[Collected data entries]

^^^^

fn dir_size(dir: &Path) -> u64 {
    std::fs::read_dir(dir)
        .into_iter()
        .flatten()
        .flatten()
        .map(|e| match e.file_type() {
            Ok(t) if t.is_dir() => dir_size(&e.path()),
            _ => e.metadata().map(|m| m.len()).unwrap_or(0),
        })
        .sum()
}

fn cpu_has(feature: &str) -> bool {
    #[cfg(target_arch = "x86_64")]
    {
        match feature {
            "popcnt" => std::arch::is_x86_feature_detected!("popcnt"),
            "avx2" => std::arch::is_x86_feature_detected!("avx2"),
            _ => false,
        }
    }
    #[cfg(not(target_arch = "x86_64"))]
    {
        let _ = feature;
        false
    }
}

#[cfg(test)]
mod tests {
    use super::*;

    #[test]
    fn recall_and_percentiles_by_hand() {
        // source: by hand: 3 of the 4 true rows found.
        assert_eq!(recall(&[1, 2, 3, 9], &[3, 2, 1, 0], 4), 0.75);
        // source: by hand: nearest-rank percentile of 1..=10 (p50 → 5th, p99 → 10th value).
        let v: Vec<f64> = (1..=10).rev().map(f64::from).collect();
        assert_eq!(percentile(&v, 0.5), 5.0);
        assert_eq!(percentile(&v, 0.99), 10.0);
    }

    #[test]
    fn synthetic_codes_are_probabilities_and_repeatable() {
        let shape = synth::Shape {
            clusters: 4,
            latent: 3,
            dim: 20,
            spread: 0.6,
            decay: 0.9,
            unit_noise: 0.25,
            gain: 2.0,
        };
        let (a, b) = (
            synth::Mixture::new(1, &shape),
            synth::Mixture::new(1, &shape),
        );
        let (mut x, mut y) = (vec![0f32; 20], vec![0f32; 20]);
        a.point(12, &mut x);
        b.point(12, &mut y);
        assert_eq!(x, y);
        assert!(x.iter().all(|v| (0.0..=1.0).contains(v)));
        b.point(13, &mut y);
        assert_ne!(x, y);
        assert_eq!(generate(&a, &[12]), x);
    }

    #[test]
    fn float_reference_finds_the_plain_best_rows() {
        let codes = [1.0, 0.0, 0.0, 1.0, 0.7, 0.7];
        let norms: Vec<f32> = codes
            .chunks(2)
            .map(|c| c.iter().map(|v| v * v).sum::<f32>().sqrt())
            .collect();
        // source: by hand: cos to (1, 0.1) is 0.995, 0.0995 and 0.7740 for the three rows.
        assert_eq!(float_top_k(&codes, &norms, 2, &[1.0, 0.1], 2), vec![0, 2]);
    }
}
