#[cfg(test)]
mod tests {
    use super::*;
    use proptest::prelude::*;

    #[test]
    fn a_tag_that_would_show_as_something_else_is_refused_with_its_line() {
        let text = "picture,tag,probability,kind,accept\na.jpg,sea,,suggested,y\nb.jpg,\u{202E}gpj.exe,,suggested,y\n";
        let e = parse_sheet(Path::new("s.csv"), text.as_bytes())
            .unwrap_err()
            .to_string();
        assert!(e.contains("line 3") && e.contains("U+202E"), "{e}");
    }

    // A picture proposed for tagging by hand: the person typed two tags into one cell of
    // one row and left another row empty. Separators `,` and `;` as the row kind documents.
    #[test]
    fn tags_typed_into_a_to_tag_row_are_added_and_an_empty_row_changes_nothing() {
        let text = "picture,tag,probability,kind,accept\r\n\
                    a.jpg,\"Harbour, night ;dusk\",,to-tag,\r\n\
                    b.jpg,,,to-tag,\r\n";
        let rows = parse_sheet(Path::new("s.csv"), text.as_bytes()).unwrap();
        let typed: Vec<(&str, &str)> = rows
            .iter()
            .map(|r| (r.picture.as_str(), r.tag.as_str()))
            .collect();
        assert_eq!(
            typed,
            [("a.jpg", "Harbour"), ("a.jpg", "night"), ("a.jpg", "dusk")]
        );
        assert!(rows
            .iter()
            .all(|r| r.kind == RowKind::ToTag && r.decision == Decision::Accept));
        let changes = changes_from_sheet(&rows).unwrap();
        assert_eq!(changes.len(), 1);
        assert_eq!(changes[0].add, ["dusk", "Harbour", "night"]);
        assert!(changes[0].remove.is_empty());
        // Written back (an empty to-tag row included) and read again, nothing is lost.
        let mut written = rows.clone();
        written.push(SheetRow {
            picture: "b.jpg".into(),
            tag: String::new(),
            probability: None,
            kind: RowKind::ToTag,
            decision: Decision::Undecided,
        });
        let bytes = render_sheet(&written).unwrap();
        assert_eq!(parse_sheet(Path::new("s.csv"), &bytes).unwrap(), rows);
        assert_eq!(changes_from_sheet(&written).unwrap(), changes);
    }

    // A person typed `remove` into row 2 and `y` into a row the new run no longer lists:
    // both survive a fresh sheet, the first on the new row (with its new probability), the
    // second at the end; undecided old rows simply give way.
    #[test]
    fn a_fresh_sheet_keeps_every_decision_typed_into_the_old_one() {
        let dir = tempfile::tempdir().unwrap();
        let path = dir.path().join("review.csv");
        let old = [
            row("a.jpg", "sea", RowKind::Suggested, Decision::Undecided),
            row("a.jpg", "Snow", RowKind::Disputed, Decision::Remove),
            row("b.jpg", "boat", RowKind::Suggested, Decision::Accept),
        ];
        write_sheet(&path, &old).unwrap();
        let mut fresh = vec![
            row("a.jpg", "snow", RowKind::Disputed, Decision::Undecided),
            row("c.jpg", "dusk", RowKind::Suggested, Decision::Undecided),
        ];
        fresh[0].probability = Some(0.02);
        let written = write_sheet_keeping_decisions(&path, &fresh).unwrap();
        assert_eq!(
            written,
            SheetWritten {
                rows: 3,
                kept_decisions: 2
            }
        );
        let back = read_sheet(&path).unwrap();
        let mut want = vec![
            row("a.jpg", "snow", RowKind::Disputed, Decision::Remove),
            row("c.jpg", "dusk", RowKind::Suggested, Decision::Undecided),
            row("b.jpg", "boat", RowKind::Suggested, Decision::Accept),
        ];
        want[0].probability = Some(0.02);
        assert_eq!(back, want);
        // the same again changes nothing
        write_sheet_keeping_decisions(&path, &fresh).unwrap();
        assert_eq!(read_sheet(&path).unwrap(), want);
    }

    #[test]
    fn an_unreadable_old_sheet_is_left_untouched() {
        let dir = tempfile::tempdir().unwrap();
        let path = dir.path().join("review.csv");
        std::fs::write(&path, "my notes, not a sheet\n").unwrap();
        let fresh = [row("a.jpg", "sea", RowKind::Suggested, Decision::Undecided)];
        let error = write_sheet_keeping_decisions(&path, &fresh).unwrap_err();
        assert!(error.to_string().contains("left as it is"), "{error}");
        assert_eq!(std::fs::read(&path).unwrap(), b"my notes, not a sheet\n");
    }

    fn row(picture: &str, tag: &str, kind: RowKind, decision: Decision) -> SheetRow {
        SheetRow {
            picture: picture.into(),
            tag: tag.into(),
            probability: None,
            kind,
            decision,
        }
    }

    fn parse(text: &str) -> Result<Vec<SheetRow>, WritebackError> {
        parse_sheet(Path::new("review.csv"), text.as_bytes())
    }

    #[test]
    fn writes_rfc4180_with_guarded_formulas() {
        let rows = [
            SheetRow {
                probability: Some(0.25),
                ..row(
                    "1950s/a b.png",
                    "say \"hi\", ok",
                    RowKind::Suggested,
                    Decision::Undecided,
                )
            },
            row("x,y.png", "=SUM(A1)", RowKind::Disputed, Decision::Remove),
            row("c.png", "two\nlines", RowKind::Suggested, Decision::Accept),
        ];
        let text = String::from_utf8(render_sheet(&rows).unwrap()).unwrap();
        // source: RFC 4180 section 2 — CRLF line breaks (rule 1), a header line (rule 3),
        // fields holding commas, quotes or line breaks enclosed in double quotes (rule 6), a
        // quote inside doubled (rule 7). By hand: the formula guard is a leading apostrophe.
        assert_eq!(
            text,
            "\u{feff}picture,tag,probability,kind,accept\r\n\
             1950s/a b.png,\"say \"\"hi\"\", ok\",0.250,suggested,\r\n\
             \"x,y.png\",'=SUM(A1),,disputed,remove\r\n\
             c.png,\"two\nlines\",,suggested,y\r\n"
        );
        assert_eq!(parse(&text).unwrap(), rows);
    }

    #[test]
    fn refuses_rows_it_could_not_read_back() {
        let bad_probability = SheetRow {
            probability: Some(1.5),
            ..row("a.png", "kelp", RowKind::Suggested, Decision::Undecided)
        };
        assert!(render_sheet(&[bad_probability]).is_err());
        let remove_suggested = row("a.png", "kelp", RowKind::Suggested, Decision::Remove);
        assert!(render_sheet(&[remove_suggested]).is_err());
    }

    #[test]
    fn reads_leniently() {
        // Any column order, extra columns, header case and spaces, `;` separator with decimal
        // commas (as spreadsheets in many locales save), blank lines, accept in any case.
        let text = "\u{feff}Kind; Accept ;note;TAG;Picture;probability\r\n\
                    suggested; YES ;x;Kelp;a.png;0,875\r\n\
                    ;;;;;\r\n\
                    disputed;Remove;;gull;b.png;12.5%\r\n\
                    disputed;;;dawn;b.png;\r\n";
        let rows = parse(text).unwrap();
        assert_eq!(
            rows,
            [
                SheetRow {
                    probability: Some(0.875),
                    ..row("a.png", "Kelp", RowKind::Suggested, Decision::Accept)
                },
                SheetRow {
                    probability: Some(0.125),
                    ..row("b.png", "gull", RowKind::Disputed, Decision::Remove)
                },
                row("b.png", "dawn", RowKind::Disputed, Decision::Undecided),
            ]
        );
    }

    #[test]
    fn bad_accept_value_names_sheet_line_and_allowed_values() {
        // Line 3 holds a quoted line break, so the bad row starts on line 4.
        let text = "picture,tag,probability,kind,accept\n\
                    a.png,\"two\nlines\",0.5,suggested,y\n\
                    b.png,kelp,,disputed,maybe\n";
        let message = parse(text).unwrap_err().to_string();
        assert!(message.contains("review.csv"), "{message}");
        assert!(message.contains("line 4"), "{message}");
        assert!(message.contains("`maybe`"), "{message}");
        assert!(message.contains("y, yes, n, no, remove"), "{message}");

        let remove_on_suggested =
            "picture,tag,probability,kind,accept\na.png,kelp,,suggested,remove\n";
        let message = parse(remove_on_suggested).unwrap_err().to_string();
        assert!(
            message.contains("line 2") && message.contains("disputed rows only"),
            "{message}"
        );

        let bad_kind = "picture,tag,probability,kind,accept\na.png,kelp,,maybe,\n";
        let message = parse(bad_kind).unwrap_err().to_string();
        assert!(
            message.contains("line 2") && message.contains("suggested, disputed"),
            "{message}"
        );

        let bad_probability = "picture,tag,probability,kind,accept\na.png,kelp,high,suggested,\n";
        assert!(parse(bad_probability)
            .unwrap_err()
            .to_string()
            .contains("`high`"));
    }

    #[test]
    fn errors_name_the_line_whatever_the_line_ends() {
        // Line 4 of each: the sheet's own CRLF ends, bare LF, and a blank line before it.
        for text in [
            "picture,tag,probability,kind,accept\r\na.png,kelp,,suggested,y\r\n\
             b.png,kelp,,suggested,\r\nc.png,kelp,,suggested,maybe\r\n",
            "picture,tag,probability,kind,accept\na.png,kelp,,suggested,y\n\
             b.png,kelp,,suggested,\nc.png,kelp,,suggested,maybe\n",
            "picture,tag,probability,kind,accept\r\na.png,kelp,,suggested,y\r\n\
             \r\nc.png,kelp,,suggested,maybe\r\n",
        ] {
            let message = parse(text).unwrap_err().to_string();
            assert!(message.contains("line 4:"), "{message:?} for {text:?}");
        }
        let with_bom = "\u{feff}picture,tag,probability,kind,accept\r\na.png,kelp,,maybe,\r\n";
        let message = parse(with_bom).unwrap_err().to_string();
        assert!(message.contains("line 2:"), "{message}");
    }

    #[test]
    fn header_must_name_the_five_columns() {
        let message = parse("picture,tag,kind\na.png,kelp,suggested\n")
            .unwrap_err()
            .to_string();
        assert!(
            message.contains("missing: probability, accept"),
            "{message}"
        );
        assert!(parse("").unwrap_err().to_string().contains("empty"));
        let not_utf8 = b"picture,tag,probability,kind,accept\na.png,caf\xe9,,suggested,\n";
        let message = parse_sheet(Path::new("s.csv"), not_utf8)
            .unwrap_err()
            .to_string();
        assert!(
            message.contains("line 2") && message.contains("UTF-8"),
            "{message}"
        );
    }

    #[test]
    fn changes_group_sort_and_dedupe() {
        use Decision::*;
        use RowKind::*;
        let rows = [
            row("b.png", "Zebra", Suggested, Accept),
            row("b.png", "kelp", Suggested, Accept),
            row("b.png", "KELP ", Suggested, Accept),
            row("b.png", "gull", Disputed, Remove),
            row("a.png", "dawn", Disputed, Accept),
            row("a.png", "dusk", Disputed, Reject),
            row("a.png", "fog", Suggested, Reject),
            row("a.png", "mist", Suggested, Undecided),
            row("c.png", "old  town", Disputed, Remove),
            row("d.png", "pier", ToTag, Accept),
            row("d.png", "Sea", Suggested, Accept),
            row("d.png", "sea", ToTag, Accept),
        ];
        // by hand: y/n on disputed rows change nothing, so a.png has no change at all; a
        // suggestion accepted is an accepted suggestion, a tag typed in is a person's own,
        // and typing a suggested tag makes it the person's.
        assert_eq!(
            changes_from_sheet(&rows).unwrap(),
            [
                TagChange {
                    picture: "b.png".into(),
                    add: vec![],
                    accept: vec!["kelp".into(), "Zebra".into()],
                    remove: vec!["gull".into()],
                },
                TagChange {
                    picture: "c.png".into(),
                    remove: vec!["old  town".into()],
                    ..TagChange::default()
                },
                TagChange {
                    picture: "d.png".into(),
                    add: vec!["pier".into(), "Sea".into()],
                    ..TagChange::default()
                },
            ]
        );
        let conflict = [
            row("a.png", "Kelp", Suggested, Accept),
            row("a.png", "kelp", Disputed, Remove),
        ];
        let message = changes_from_sheet(&conflict).unwrap_err().to_string();
        assert!(
            message.contains("a.png") && message.contains("kelp"),
            "{message}"
        );
    }

    fn cell_text() -> impl Strategy<Value = String> {
        // Spreadsheet-hostile characters on purpose: separators, quotes, line breaks,
        // formula starts, apostrophes, non-ASCII.
        "[a-zA-Z0-9 ,;\"'\n\r\t=+@#éß漢🙂-]{1,12}"
    }

    proptest! {
        #[test]
        fn sheet_round_trips(
            cells in proptest::collection::vec(
                (cell_text(), cell_text(), proptest::option::of(0.0f32..=1.0), any::<bool>(), 0..4u8),
                0..12,
            )
        ) {
            let rows: Vec<SheetRow> = cells
                .into_iter()
                .filter(|(picture, tag, ..)| !picture.trim().is_empty() && normalize_tag(tag).is_some())
                .map(|(picture, tag, probability, disputed, decision)| {
                    let kind = if disputed { RowKind::Disputed } else { RowKind::Suggested };
                    let decision = match (decision, kind) {
                        (0, _) => Decision::Undecided,
                        (1, _) => Decision::Accept,
                        (3, RowKind::Disputed) => Decision::Remove,
                        _ => Decision::Reject,
                    };
                    SheetRow { picture, tag: tag.trim().to_string(), probability, kind, decision }
                })
                .collect();
            let bytes = render_sheet(&rows).unwrap();
            let back = parse_sheet(Path::new("p.csv"), &bytes).unwrap();
            prop_assert_eq!(back.len(), rows.len());
            for (read, wrote) in back.iter().zip(&rows) {
                prop_assert_eq!(&read.picture, &wrote.picture);
                prop_assert_eq!(&read.tag, &wrote.tag);
                prop_assert_eq!(read.kind, wrote.kind);
                prop_assert_eq!(read.decision, wrote.decision);
                match (read.probability, wrote.probability) {
                    (None, None) => {}
                    (Some(r), Some(w)) => prop_assert!((r - w).abs() <= 0.0005 + 1e-6, "{} vs {}", r, w),
                    other => prop_assert!(false, "{:?}", other),
                }
            }
        }
    }
}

^^^^

### [Exercise brief]
The answer must be every line of the records above that holds the word "again".

### [Finished exercise]
        // Written back (an empty to-tag row included) and read again, nothing is lost.
        // the same again changes nothing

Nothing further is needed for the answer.